Science fiction has always been a critical medium, a chance for cultural commentators to expose the fears and hypocrisies of the mainstream. Cahiers du Cinema lauded the cautionary tale, The Day the Earth Stood Still (1951), which was released during the first stages of the Cold War, for its ‘moral relativism’. Most recently, Pixar’s Wall.E demonstrates evidence of a ‘green’ agenda and warns of the consequences of selfish consumerism. As Roger Ebert commented in the Chicago Sun Times, “Wall.E involves ideas…and a little thought that might be especially stimulating for younger viewers.” Conservative commentators, however, such as Sharon Coffin of the National Review, complained that her children were “bombarded by leftist propaganda”. Yet the films of 70s went further than a general liberal view, where the distrust of authorities that had developed during 60s protests was upheld and blasted into outer space. The deceitful Hal 9000 represents the establishment and our own fear of the technology that propels us as a species. Hal 9000 and other robotic creations, such as Ash the ruthless scientist in Alien, present a moral manipulation of man by machinery, usually on behalf of a greater evil.

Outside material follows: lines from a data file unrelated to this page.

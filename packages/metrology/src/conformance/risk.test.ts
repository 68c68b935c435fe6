import { describe, expect, it } from 'vitest';
import { isUndetermined } from '../result.ts';
import rows from '../testing/reference/conformance-probability-rows.json' with { type: 'json' };
import risks from '../testing/reference/global-risk-table.json' with { type: 'json' };
import zTable from '../testing/reference/jcgm106-z-table.json' with { type: 'json' };
import zener from '../testing/reference/jcgm106-zener.json' with { type: 'json' };
import { conformanceProbability, specificRisk } from './conformance-probability.ts';
import type { NumericLimits } from './conformance-probability.ts';
import { globalRisk } from './global-risk.ts';
import { acceptanceBand, measurementCapabilityIndex } from './guard-band.ts';

function sure<T extends object>(result: T): Exclude<T, { undetermined: true }> {
  if (isUndetermined(result)) throw new Error(result.reason);
  return result as Exclude<T, { undetermined: true }>;
}
const near = (found: number, expected: number, relative: number) =>
  expect(Math.abs(found / expected - 1)).toBeLessThan(relative);
const BAND = { lower: 25, upper: 25.021 };

describe('conformance probability', () => {
  it.each(rows.inputs.rows.map((row, index) => ({ ...row, p: rows.expected.p_c[index] ?? NaN })))(
    'y $y, u $u: $p',
    ({ y, u, lower, upper, p }) => {
      const found = sure(conformanceProbability({ value: y, standardUncertainty: u }, { lower, upper }));
      expect(Math.abs(found.probability - p)).toBeLessThan(1e-9);
      expect(found.belowLower + found.probability + found.aboveUpper).toBeCloseTo(1, 14);
    },
  );

  it('of the diode of JCGM 106 is 0.919; the guide prints 0.92', () => {
    const { y, u, upper } = zener.inputs;
    const found = sure(conformanceProbability({ value: y, standardUncertainty: u }, { lower: null, upper }));
    near(found.probability, zener.expected.p_c, 1e-9);
    expect(Math.abs(found.probability - zener.published.p_c)).toBeLessThan(zener.published.tolerance_abs);
  });

  it('keeps its digits far outside the band', () => {
    const found = sure(
      conformanceProbability({ value: 10, standardUncertainty: 1 }, { lower: -1, upper: 0 }),
    );
    near(found.probability, 7.61985302416e-24 - 1.9106595744986e-28, 1e-10);
    const mirrored = sure(
      conformanceProbability({ value: -10, standardUncertainty: 1 }, { lower: 0, upper: 1 }),
    );
    near(mirrored.probability, found.probability, 1e-13);
  });

  it('believes the process before the measurement when a prior is given', () => {
    const found = sure(
      conformanceProbability(
        { value: 10.2, standardUncertainty: 0.1 },
        { lower: 9.8, upper: 10.2 },
        { mean: 10, standardDeviation: 0.1 },
      ),
    );
    expect(found.estimate).toBeCloseTo(10.1, 12);
    expect(found.standardDeviation).toBeCloseTo(0.1 / Math.SQRT2, 12);
    near(found.probability, 0.921339306, 1e-6);
    expect(found.method).toBe('normal measurement result with a normal prior');
  });

  it('is the risk of the consumer when accepted and of the producer when refused', () => {
    const measured = { value: 25.0205, standardUncertainty: 0.002 };
    const accepted = sure(specificRisk(measured, BAND, true));
    const refused = sure(specificRisk(measured, BAND, false));
    expect(accepted).toMatchObject({ bearer: 'consumer' });
    expect(refused).toMatchObject({ bearer: 'producer' });
    expect(accepted.risk).toBeCloseTo(1 - 0.598706325683, 9);
    expect(refused.risk).toBeCloseTo(0.598706325683, 9);
    expect(specificRisk(measured, { lower: null, upper: null }, true)).toMatchObject({ code: 'no-limits' });
  });

  it('refuses what no probability can be taken from', () => {
    const of = (value: number, standardUncertainty: number, limits: NumericLimits) =>
      conformanceProbability({ value, standardUncertainty }, limits);
    expect(of(NaN, 1, BAND)).toMatchObject({ code: 'not-finite' });
    expect(of(1, 1, { lower: null, upper: Infinity })).toMatchObject({ code: 'not-finite' });
    expect(of(1, 1, { lower: -Infinity, upper: null })).toMatchObject({ code: 'not-finite' });
    expect(of(1, 0, BAND)).toMatchObject({ code: 'spread-not-positive' });
    expect(of(1, 1, { lower: 2, upper: 1 })).toMatchObject({ code: 'limits-crossed' });
    expect(
      conformanceProbability({ value: 1, standardUncertainty: 1 }, BAND, { mean: NaN, standardDeviation: 1 }),
    ).toMatchObject({ code: 'not-finite' });
    expect(
      conformanceProbability({ value: 1, standardUncertainty: 1 }, BAND, { mean: 1, standardDeviation: 0 }),
    ).toMatchObject({ code: 'spread-not-positive' });
  });
});

describe('guard bands from a probability', () => {
  it.each(zTable.expected.rows.map((row, index) => ({ ...row, printed: zTable.published.z[index] ?? NaN })))(
    'need z = $z for $p_c at one limit; the guide prints $printed',
    ({ p_c, z, printed }) => {
      const found = sure(acceptanceBand({ lower: null, upper: 10 }, 0.5, p_c));
      near(found.multiplier, z, 1e-9);
      expect(Math.abs(found.multiplier - printed)).toBeLessThan(0.006);
      expect(found.upper).toBeCloseTo(10 - z * 0.5, 9);
      expect(found.lower).toBeNull();
    },
  );

  it('need more at two close limits, and then the edge of the zone has exactly that probability', () => {
    const limits = { lower: 0, upper: 4.2 };
    const band = sure(acceptanceBand(limits, 1, 0.95));
    expect(band.multiplier).toBeGreaterThan(1.645);
    const edge = sure(conformanceProbability({ value: band.upper ?? NaN, standardUncertainty: 1 }, limits));
    expect(edge.probability).toBeCloseTo(0.95, 12);
    const wide = sure(acceptanceBand({ lower: 0, upper: 100 }, 1, 0.95));
    near(wide.multiplier, 1.64485362695, 1e-9);
    expect(wide.lower).toBeCloseTo(1.64485362695, 9);
  });

  it('are undetermined where no reading could show conformity, and for odd probabilities', () => {
    expect(acceptanceBand({ lower: 0, upper: 3 }, 1, 0.95)).toMatchObject({ code: 'uncertainty-too-large' });
    for (const p of [0.5, 1, 0, 2])
      expect(acceptanceBand(BAND, 1, p)).toMatchObject({ code: 'probability-outside' });
    expect(acceptanceBand(BAND, -1, 0.95)).toMatchObject({ code: 'spread-not-positive' });
  });

  it('compare the band with the uncertainty', () => {
    expect(measurementCapabilityIndex({ lower: 25, upper: 25.02 }, 0.00125)).toMatchObject({
      index: expect.closeTo(4, 9) as number,
      tolerance: expect.closeTo(0.02, 12) as number,
    });
    expect(measurementCapabilityIndex({ lower: null, upper: 1 }, 0.1)).toMatchObject({ code: 'one-sided' });
    expect(measurementCapabilityIndex({ lower: 0, upper: 1 }, 0)).toMatchObject({
      code: 'spread-not-positive',
    });
  });
});

describe('global risk', () => {
  const limits = { lower: -1, upper: 1 };

  it.each(
    risks.expected.rows.map((row, index) => ({
      ...row,
      global: risks.published.global_pct[index] ?? NaN,
      conditional: risks.published.conditional_pct[index] ?? NaN,
    })),
  )('with $in_tolerance_probability of the process in tolerance', (row) => {
    const found = sure(
      globalRisk(limits, { mean: 0, standardDeviation: row.process_sd }, row.measurement_sd),
    );
    near(found.consumerRisk * 100, row.global_consumer_risk_pct, 1e-9);
    near((found.conditionalConsumerRisk ?? NaN) * 100, row.conditional_false_accept_pct, 1e-9);
    near(found.producerRisk * 100, row.global_producer_risk_pct, 1e-9);
    near(found.conformingProbability, row.in_tolerance_probability, 1e-9);
    expect(Math.abs(found.consumerRisk * 100 - row.global)).toBeLessThan(2e-6);
    expect(Math.abs((found.conditionalConsumerRisk ?? NaN) * 100 - row.conditional)).toBeLessThan(2e-6);
  });

  it('adds up: accepted = conforming − producer risk + consumer risk, also with fine and coarse measurement', () => {
    for (const u of [0.003, 0.03, 0.3, 3])
      for (const mean of [0, 0.7, 3])
        for (const acceptance of [limits, { lower: -0.8, upper: 0.8 }, { lower: -1.2, upper: 1.1 }]) {
          const found = sure(globalRisk(limits, { mean, standardDeviation: 0.4 }, u, acceptance));
          expect(found.conformingProbability - found.producerRisk + found.consumerRisk).toBeCloseTo(
            found.acceptanceProbability,
            11,
          );
        }
  });

  it('moves from the consumer to the producer with a guard band', () => {
    const process = { mean: 0, standardDeviation: 0.5 };
    const simple = sure(globalRisk(limits, process, 0.1));
    const guarded = sure(globalRisk(limits, process, 0.1, { lower: -0.8, upper: 0.8 }));
    expect(guarded.consumerRisk).toBeLessThan(simple.consumerRisk / 10);
    expect(guarded.producerRisk).toBeGreaterThan(simple.producerRisk * 3);
    expect(guarded.acceptance).toEqual({ lower: -0.8, upper: 0.8 });
  });

  it('holds for one limit, and is symmetric', () => {
    const upper = sure(globalRisk({ lower: null, upper: 1 }, { mean: 0, standardDeviation: 0.5 }, 0.1));
    const lower = sure(globalRisk({ lower: -1, upper: null }, { mean: 0, standardDeviation: 0.5 }, 0.1));
    near(upper.consumerRisk, lower.consumerRisk, 1e-12);
    near(upper.producerRisk, lower.producerRisk, 1e-12);
    const both = sure(globalRisk(limits, { mean: 0, standardDeviation: 0.5 }, 0.1));
    near(both.consumerRisk, 2 * upper.consumerRisk, 1e-9);
  });

  it('has no conditional share where nothing is accepted or refused, and refuses odd inputs', () => {
    expect(globalRisk({ lower: 100, upper: 101 }, { mean: 0, standardDeviation: 0.1 }, 0.1)).toMatchObject({
      conditionalConsumerRisk: null,
    });
    expect(globalRisk({ lower: -100, upper: 100 }, { mean: 0, standardDeviation: 0.1 }, 0.1)).toMatchObject({
      conditionalProducerRisk: null,
    });
    expect(globalRisk(limits, { mean: 0, standardDeviation: 0 }, 0.1)).toMatchObject({
      code: 'spread-not-positive',
    });
    expect(globalRisk(limits, { mean: 0, standardDeviation: 1 }, 0.1, { lower: 1, upper: 0 })).toMatchObject({
      code: 'limits-crossed',
    });
  });
});
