import { invalidField } from './problems.ts';

export type CursorPart = string | number | null;

/** The sort values and id of the last row of a page, opaque to whoever sends them back. */
export function writeCursor(parts: readonly CursorPart[]): string {
  return Buffer.from(JSON.stringify(parts)).toString('base64url');
}

/** Reads a cursor of so many parts; one that was made up or belongs to another list is refused, never guessed at. */
export function readCursor(cursor: string, length: number): CursorPart[] {
  const parts = parsed(cursor);
  const fits =
    Array.isArray(parts) &&
    parts.length === length &&
    parts.every((part) => part === null || typeof part === 'string' || Number.isFinite(part));
  if (!fits) throw invalidField('?cursor', 'This page marker is not from this list. Start again without it.');
  return parts as CursorPart[];
}

function parsed(cursor: string): unknown {
  try {
    return JSON.parse(Buffer.from(cursor, 'base64url').toString('utf8'));
  } catch {
    return undefined;
  }
}
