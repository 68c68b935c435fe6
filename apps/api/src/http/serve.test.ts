import request from 'supertest';
import { afterAll, beforeAll, describe, expect, it } from 'vitest';
import { z } from 'zod';
import { DAY } from '../clock.ts';
import { Organisation } from '../database/entities/organisation.entity.ts';
import { buildOrganisation, buildUser } from '../testing/builders.ts';
import { anonymous, ifVersion, onceKey, signInAs, type Client } from '../testing/sign-in.ts';
import { createTestApp, type TestApp } from '../testing/test-app.ts';
import { route } from './route.ts';
import { updateVersioned } from './versions.ts';

let app: TestApp;
let person: Client;
let colleague: Client;
let organisationId: string;
let runs = 0;

beforeAll(async () => {
  app = await createTestApp({ closes: 'caller' });
  const organisation = await buildOrganisation(app);
  organisationId = organisation.id;
  person = await signInAs(app, await buildUser(app, organisation, ['quality-reviewer']));
  colleague = await signInAs(app, await buildUser(app, organisation, ['quality-reviewer']));
  declareTrialRoutes();
});
afterAll(() => app.close());

const named = z.strictObject({ name: z.string().min(1).max(50) });
const versioned = z.object({ name: z.string(), version: z.int() });

function declareTrialRoutes(): void {
  route(app.router, {
    method: 'post',
    path: '/trial/acts',
    permission: 'signed-in',
    summary: 'An act that must not happen twice',
    body: named,
    response: z.object({ name: z.string(), run: z.int() }),
    status: 201,
    idempotent: true,
    handler: ({ deed, body }) =>
      deed.transact(async (manager) => {
        runs += 1;
        await new Promise((resolve) => setTimeout(resolve, 50));
        await manager.insert(Organisation, { id: `act-${runs}`, name: body.name, createdAt: deed.now });
        if (body.name === 'fails') throw new Error('half-way');
        return { name: body.name, run: runs, secret: 'is dropped' };
      }),
  });
  route(app.router, {
    method: 'put',
    path: '/trial/name',
    permission: 'part:write',
    summary: 'A change based on a version',
    body: named,
    response: versioned,
    ifMatch: true,
    handler: async ({ deed, body, version }) => {
      const next = await deed.transact((manager) =>
        updateVersioned(manager, Organisation, { id: organisationId, version }, body),
      );
      return { name: body.name, version: next };
    },
  });
  route(app.router, {
    method: 'get',
    path: '/trial/fault',
    permission: 'signed-in',
    summary: 'A fault of ours',
    response: 'nothing',
    handler: () => Promise.reject(new Error('SELECT secret FROM /home/somebody')),
  });
}

describe('an act with a key', () => {
  const act = (client: Client, key: Record<string, string>, name = 'once') =>
    client.post('/api/trial/acts').set(key).send({ name });

  it('happens once for any number of presses, and answers the same bytes', async () => {
    const key = onceKey();
    const presses = await Promise.all(Array.from({ length: 20 }, () => act(person, key)));
    const done = presses.filter((press) => press.status === 201);
    expect(done.length).toBeGreaterThan(0);
    expect(presses.filter((press) => press.status === 409)).toHaveLength(20 - done.length);
    const again = await act(person, key).expect(201);
    expect(new Set([...done, again].map((press) => press.text)).size).toBe(1);
    expect(again.body).not.toHaveProperty('secret');
    expect(await acts('once')).toBe(1);
  });

  it('needs the key, refuses other content under it, and keeps it for the person and a day', async () => {
    const key = onceKey();
    const missing = await person.post('/api/trial/acts').send({ name: 'x' }).expect(400);
    expect(missing.body.type).toMatch(/idempotency-key-required$/);
    const mine = await act(person, key, 'mine').expect(201);
    await act(person, key, 'other').expect(422);
    const theirs = await act(colleague, key, 'mine').expect(201);
    expect(theirs.body.run).not.toBe(mine.body.run);
    await app.db.writeTransaction((manager) =>
      manager.query('UPDATE idempotency_keys SET created_at = ?', [
        new Date(app.clock.millis() - DAY).toISOString(),
      ]),
    );
    const later = await act(person, key, 'mine').expect(201);
    expect(later.body.run).not.toBe(mine.body.run);
  });

  it('leaves nothing when it fails half-way, and can be tried again', async () => {
    const key = onceKey();
    await act(person, key, 'fails').expect(500);
    expect(await acts('fails')).toBe(0);
    await act(person, key, 'fails').expect(500);
    await act(person, key, 'works now').expect(201);
  });
});

describe('a change based on a version', () => {
  const put = (name: string) => person.put('/api/trial/name').send({ name });

  it('is made by the first of two, and the second is shown what stands now', async () => {
    await put('A').expect(428);
    await put('A').set('If-Match', 'W/"1"').expect(400);
    await put('A').set('If-Match', '*').expect(400);
    const both = await Promise.all([put('A').set(ifVersion(1)), put('B').set(ifVersion(1))]);
    expect(both.map((answer) => answer.status).sort()).toEqual([200, 412]);
    const won = both.find((answer) => answer.status === 200);
    expect(won?.headers.etag).toBe('"2"');
    expect(both.find((answer) => answer.status === 412)?.body.current).toEqual({ version: 2 });
  });
});

describe('the border', () => {
  const post = (body: string, type = 'application/json') =>
    person.post('/api/trial/acts').set(onceKey()).set('Content-Type', type).send(body);

  it('says every fault at its place', async () => {
    const answer = await post('{"name":7,"more":1,"__x":2}').expect(422);
    expect(answer.headers['content-type']).toBe('application/problem+json');
    expect(answer.body).toMatchObject({
      status: 422,
      instance: expect.stringMatching(/^urn:uuid:/) as string,
    });
    expect(answer.body.errors.map((error: { pointer: string }) => error.pointer)).toEqual([
      '/name',
      '/more',
      '/__x',
    ]);
  });

  it.each([
    ['not json', '{"name":', 'application/json', 400],
    ['nothing', '', 'application/json', 422],
    ['a bare value', '"name"', 'application/json', 400],
    ['a form', 'name=x', 'application/x-www-form-urlencoded', 415],
    ['text', '{"name":"x"}', 'text/plain', 415],
    ['another charset', '{"name":"x"}', 'application/json; charset=utf-16', 415],
    ['a key into prototypes', '{"name":"x","__proto__":{"a":1}}', 'application/json', 400],
    ['deep nesting', `${'['.repeat(30)}${']'.repeat(30)}`, 'application/json', 400],
    ['more than 1 MB', JSON.stringify({ name: 'x'.repeat(1_100_000) }), 'application/json', 413],
  ])('refuses %s', async (_name, body, type, status) => {
    const answer = await post(body, type).expect(status);
    expect(answer.body).toMatchObject({
      status,
      title: expect.any(String) as string,
      detail: expect.any(String) as string,
    });
  });

  it('answers unknown addresses, other methods, unknown parameters', async () => {
    await person.get('/api/nowhere').expect(404);
    await person.get('/api/session/').expect(404);
    await person.get('/api/session?x=1').expect(422);
    const method = await person.patch('/api/session').send({}).expect(405);
    expect(method.headers.allow).toBe('POST, GET, DELETE, HEAD');
    await request(app.server).trace('/api/session').expect(405);
    await person.delete('/api/sessions/%zz').expect(400);
  });

  it('tells nothing of its inside when it fails', async () => {
    const answer = await person.get('/api/trial/fault').expect(500);
    expect(answer.text).not.toMatch(/SELECT|home|Error/);
    const line = app.logLines.find((one) => one.includes('SELECT secret'));
    expect(line).toContain(String(answer.body.instance).replace('urn:uuid:', ''));
  });

  it('sends the same protecting headers with every answer', async () => {
    for (const path of ['/api/session', '/api/nowhere', '/health/live', '/somewhere']) {
      const { headers } = await anonymous(app).get(path);
      expect(headers['content-security-policy'], path).toContain("default-src 'none'");
      expect(headers['content-security-policy'], path).not.toContain('unsafe');
      expect(headers, path).toMatchObject({
        'x-content-type-options': 'nosniff',
        'referrer-policy': 'no-referrer',
        'cross-origin-opener-policy': 'same-origin',
        'cross-origin-resource-policy': 'same-origin',
      });
      expect(headers, path).not.toHaveProperty('x-powered-by');
    }
  });

  it('never writes a cookie, token or password into the log', async () => {
    await anonymous(app)
      .post('/api/session')
      .send({ email: 'a@b.example', password: 'canary-in-a-coal-mine' });
    await person.get('/api/session').expect(200);
    const log = app.logLines.join('\n');
    expect(log).toContain('"route":"post /session"');
    expect(log).not.toMatch(/canary-in-a-coal-mine|trammel=|eyJ/);
  });
});

describe('limits', () => {
  it('are counted by person: one who floods does not stop another', async () => {
    const flooded = await createTestApp({ limits: { enabled: true, perPerson: 5 } });
    const organisation = await buildOrganisation(flooded);
    const one = await signInAs(flooded, await buildUser(flooded, organisation, ['purchasing']));
    const two = await signInAs(flooded, await buildUser(flooded, organisation, ['purchasing']));
    for (let call = 0; call < 5; call += 1) await one.get('/api/session').expect(200);
    const refused = await one.get('/api/session').expect(429);
    expect(Number(refused.headers['retry-after'])).toBeGreaterThan(0);
    await two.get('/api/session').expect(200);
  });
});

async function acts(name: string): Promise<number> {
  return app.db.reader.getRepository(Organisation).countBy({ name });
}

There are similar warnings of the responsibility of technology through most sci-fi blockbusters from Terminator (1984) to Jurassic Park (1993), but in space, where the air you breathe is dependent on life support, any rebellion takes on a subversive, self-destructive quality. In Solaris, Kelvin’s dead wife Hari, a hallucination caused by the exploration of a mysterious planet, is doomed to kill herself repeatedly. A combination of Kelvin’s inner psyche and unknown forces, Hari’s fate discloses the dangers of space exploration and the ugly truth that is uncovered about ourselves in the process. These films of extraterrestrial alienation are meditative observations on what it is that makes us human. The final frontier is not another galaxy, but the outreaches of our eternally curious minds. Alone in his outpost, Sam is about to make a grim discovery which will give him a new perspective on his life. As a genre film, Moon could easily fit into the 70s catalogue. Its special effects and model work, filmed at Shepperton studios on a $5 million budget, is particularly reminiscent of the era. However, it’s the concession to the genre’s philosophy that elevates this small story to the level of a minor classic. It riffs on the familiar themes of a dystopian future - manipulation by higher forces, the dehumanisation of the individual and the depiction of emotional solitude. Sam may not know it, along with the doomed crewmembers of the Nostromo, Dark Star and the Discovery One, but he is just another part of cinema’s grand experiment, a cultural guinea pig to test the limits of this entity we call human.